Adversarial Reinforcement Learning under Partial Observability in Autonomous Computer Network Defence
This addresses security risks for autonomous network defense systems, though it is incremental by extending adversarial attacks to a new domain with partial observability.
The paper tackles the vulnerability of reinforcement learning agents in autonomous cyber defense to adversarial attacks under partial observability, demonstrating that black-box causative attacks can poison agents and proposing an inversion defense method that reduces attack impact by 30-50% without harming normal training.
Recent studies have demonstrated that reinforcement learning (RL) agents are susceptible to adversarial manipulation, similar to vulnerabilities previously demonstrated in the supervised learning setting. While most existing work studies the problem in the context of computer vision or console games, this paper focuses on reinforcement learning in autonomous cyber defence under partial observability.
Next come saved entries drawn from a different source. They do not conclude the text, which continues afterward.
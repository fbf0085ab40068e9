"""The math libraries run on a fixed thread count inside drift, whatever the caller set."""

from __future__ import annotations

import numpy as np
from sklearn.datasets import make_blobs
from threadpoolctl import threadpool_info, threadpool_limits

from drift.model.counting import select_roles
from drift.threads import MATH_THREADS, limited_threads, thread_limited


def test_every_loaded_pool_is_limited_inside_the_block():
    with threadpool_limits(limits=2):
        with limited_threads():
            inside = threadpool_info()
    assert inside and all(pool["num_threads"] == MATH_THREADS for pool in inside)


def test_results_do_not_depend_on_the_callers_thread_setting():
    x, _ = make_blobs(n_samples=2000, centers=5, n_features=4, random_state=0)
    fit = thread_limited()(lambda: select_roles(x, 5, seed=1, n_init=4, n_boot=3, max_roles=14))
    with threadpool_limits(limits=2):
        two = fit()
    with threadpool_limits(limits=1):
        one = fit()
    np.testing.assert_array_equal(one.kmeans.cluster_centers_, two.kmeans.cluster_centers_)
    np.testing.assert_array_equal(one.stability, two.stability)
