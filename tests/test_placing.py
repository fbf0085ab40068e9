"""Placing new files with a saved model: what is written and what is returned."""

from __future__ import annotations

import pandas as pd

from drift.api import place_files
from drift.placing import Placed


def test_place_files_returns_what_it_wrote(demo_model, tmp_path):
    from conftest import DEMO

    model_path = tmp_path / "model.json"
    demo_model.save(model_path)
    season = sorted(DEMO.glob("*.csv"))[-1]
    placed = place_files(model_path, season, tmp_path / "placed.csv")
    assert isinstance(placed, Placed) and placed.path == tmp_path / "placed.csv"
    written = pd.read_csv(placed.path, dtype={"season": str})
    assert len(written) == len(placed.placements) > 100
    assert set(written["role"]) <= set(demo_model.role_ids_)
    # the model's own filters were applied: every excluded row says why, as a code and in words
    excluded = pd.read_csv(placed.excluded_path)
    assert len(excluded) == len(placed.excluded) > 0
    assert set(excluded["reason_code"]) <= {"few_games", "few_minutes", "few_games+few_minutes"}
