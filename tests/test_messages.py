"""The command line's last line: one per failure or warning, exit codes, escaping, pipes."""

from __future__ import annotations

import os
import subprocess
import sys
import textwrap
import warnings

import pytest
from conftest import ROOT

from drift.errors import DataQualityWarning, InputError
from drift.messages import printable, run_guarded


def test_third_party_warnings_are_counted_once_each_and_never_loop(capsys):
    def job(args):
        import numpy as np

        for _ in range(50):
            np.log(np.zeros(3))  # numpy's "divide by zero" RuntimeWarning, 50 times
        warnings.warn("a look is needed", DataQualityWarning, stacklevel=1)
        warnings.warn("deprecated thing", DeprecationWarning, stacklevel=1)
        return "drift: done"

    assert run_guarded(job, None) == 0
    captured = capsys.readouterr()
    lines = captured.err.strip().splitlines()
    assert lines[0] == "drift: warning: RuntimeWarning: divide by zero encountered in log (50 times)"
    assert lines[1] == "drift: warning: a look is needed"
    assert lines[2] == ("drift: warning: DeprecationWarning: deprecated thing") and len(lines) == 3
    assert captured.out == "drift: done\n"


def test_warnings_print_before_the_error_line(capsys):
    def job(args):
        warnings.warn("first", DataQualityWarning, stacklevel=1)
        raise InputError("bad value", file="x.csv", row=3, column="games")

    assert run_guarded(job, None) == 2
    assert capsys.readouterr().err.splitlines() == [
        "drift: warning: first", "drift: error: x.csv, row 3, column 'games': bad value"]


def test_internal_error_is_one_line_with_a_pointer_to_debug(capsys):
    def job(args):
        return {}["missing"]

    assert run_guarded(job, None) == 2
    err = capsys.readouterr().err
    assert err.count("\n") == 1 and "Traceback" not in err
    assert err.startswith("drift: error: internal error (KeyError: 'missing')") and "--debug" in err
    assert run_guarded(job, None, debug=True) == 2
    err = capsys.readouterr().err
    assert "Traceback" in err and err.strip().splitlines()[-1].startswith("drift: error: internal error")


@pytest.mark.parametrize("exc", [RecursionError("deep"), MemoryError()])
def test_even_system_failures_are_one_line(capsys, exc):
    def job(args):
        raise exc

    assert run_guarded(job, None) == 2
    err = capsys.readouterr().err
    assert err.count("\n") == 1 and err.startswith("drift: error: internal error")


def test_a_file_system_refusal_is_one_line_naming_the_file(capsys):
    def job(args):
        raise OSError(28, "No space left on device", "out/report.html")

    assert run_guarded(job, None) == 2
    assert capsys.readouterr().err == ("drift: error: out/report.html: No space left on device; check the "
                                       "path, free space and permissions\n")


def test_ctrl_c_is_one_line_exit_130(capsys):
    def job(args):
        raise KeyboardInterrupt

    assert run_guarded(job, None) == 130
    assert capsys.readouterr().err == "drift: interrupted\n"


def test_control_characters_are_escaped():
    assert printable("a\x1b[31mred\x07\u202eb") == "a\\x1b[31mred\\x07\\u202eb"
    assert printable("Zoë Ångström") == "Zoë Ångström"


def test_error_message_with_a_terminal_escape_in_a_file_name(tmp_path, capsys):
    from drift.cli import main

    bad = tmp_path / "evil\x1b[2Jname.csv"
    bad.write_text("nothing,here\n1,2\n")
    code = main(["run", str(bad), "--out", str(tmp_path / "o")])
    err = capsys.readouterr().err
    assert code == 2 and "\x1b" not in err and "\\x1b[2J" in err and err.count("\n") == 1


def test_a_closed_pipe_exits_quietly(tmp_path):
    code = textwrap.dedent(f"""
        import sys
        sys.path.insert(0, {str(ROOT)!r})
        from drift.messages import run_guarded
        def job(args):
            sys.stdin.readline()  # wait until the reader is gone
            for _ in range(1000):
                print("x" * 1000)
            return "drift: done"
        sys.exit(run_guarded(job, None))
    """)
    r, w = os.pipe()
    proc = subprocess.Popen([sys.executable, "-c", code], stdin=subprocess.PIPE, stdout=w,
                            stderr=subprocess.PIPE)
    os.close(w)
    os.close(r)  # the reader goes away before anything is written
    _, err = proc.communicate(b"go\n", timeout=30)
    assert proc.returncode == 141
    assert err == b""


def test_argument_errors_are_one_line(capsys):
    from drift.cli import main

    with pytest.raises(SystemExit) as stop:
        main(["run", "data", "--out", "o", "--roles", "1"])
    assert stop.value.code == 2
    err = capsys.readouterr().err
    assert err.count("\n") == 1 and err.startswith("drift: error: ") and "roles=1 must be 'auto' or a whole number >= 2" in err


def test_debug_flag_is_accepted_before_and_after_the_command():
    from drift.cli import build_parser

    parser = build_parser()
    assert parser.parse_args(["--debug", "demo", "--out", "x"]).debug is True
    assert parser.parse_args(["demo", "--out", "x", "--debug"]).debug is True
    assert parser.parse_args(["demo", "--out", "x"]).debug is False


def test_warnings_differing_only_in_numbers_are_one_line(capsys):
    def job(args):
        for k in range(3, 9):
            warnings.warn(f"found {k - 1} distinct clusters, fewer than {k}", UserWarning, stacklevel=1)
        return "drift: done"

    assert run_guarded(job, None) == 0
    assert capsys.readouterr().err == "drift: warning: UserWarning: found 2 distinct clusters, fewer than 3 (6 times)\n"


def test_summaries_escape_the_users_text():
    from drift.messages import html_summary, text_summary

    page = html_summary("<b>t</b>", "a & b", tables=[("c<", ("h>",), [("<i>x</i>", 1234, None)])],
                        lists=[("Warnings", ["<script>"]), ("Problems", [])])
    assert page == ('<div class="drift-summary"><strong>&lt;b&gt;t&lt;/b&gt;</strong><p>a &amp; b</p>'
                    '<p>c&lt;</p><table><thead><tr><th style="text-align:left">h&gt;</th></tr></thead><tbody><tr>'
                    '<td style="text-align:left">&lt;i&gt;x&lt;/i&gt;</td><td style="text-align:left">1,234</td>'
                    '<td style="text-align:left"></td></tr></tbody></table>'
                    '<p>Warnings:</p><ul><li>&lt;script&gt;</li></ul><p>Problems: none</p></div>')
    assert text_summary("T", "line\x1b[2J", parts=[("roles", "R1 a\x07"), ("skipped", None)]) == \
        "T: line\\x1b[2J\n  roles: R1 a\\x07"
We demonstrate that under the black-box setting, where the attacker has no direct access to the target RL model, causative attacks---attacks that target the training process---can poison RL agents even if the attacker only has partial observability of the environment. In addition, we propose an inversion defence method that aims to apply the opposite perturbation to that which an attacker might use to generate their adversarial samples. Our experimental results illustrate that the countermeasure can effectively reduce the impact of the causative attack, while not significantly affecting the training process in non-attack scenarios.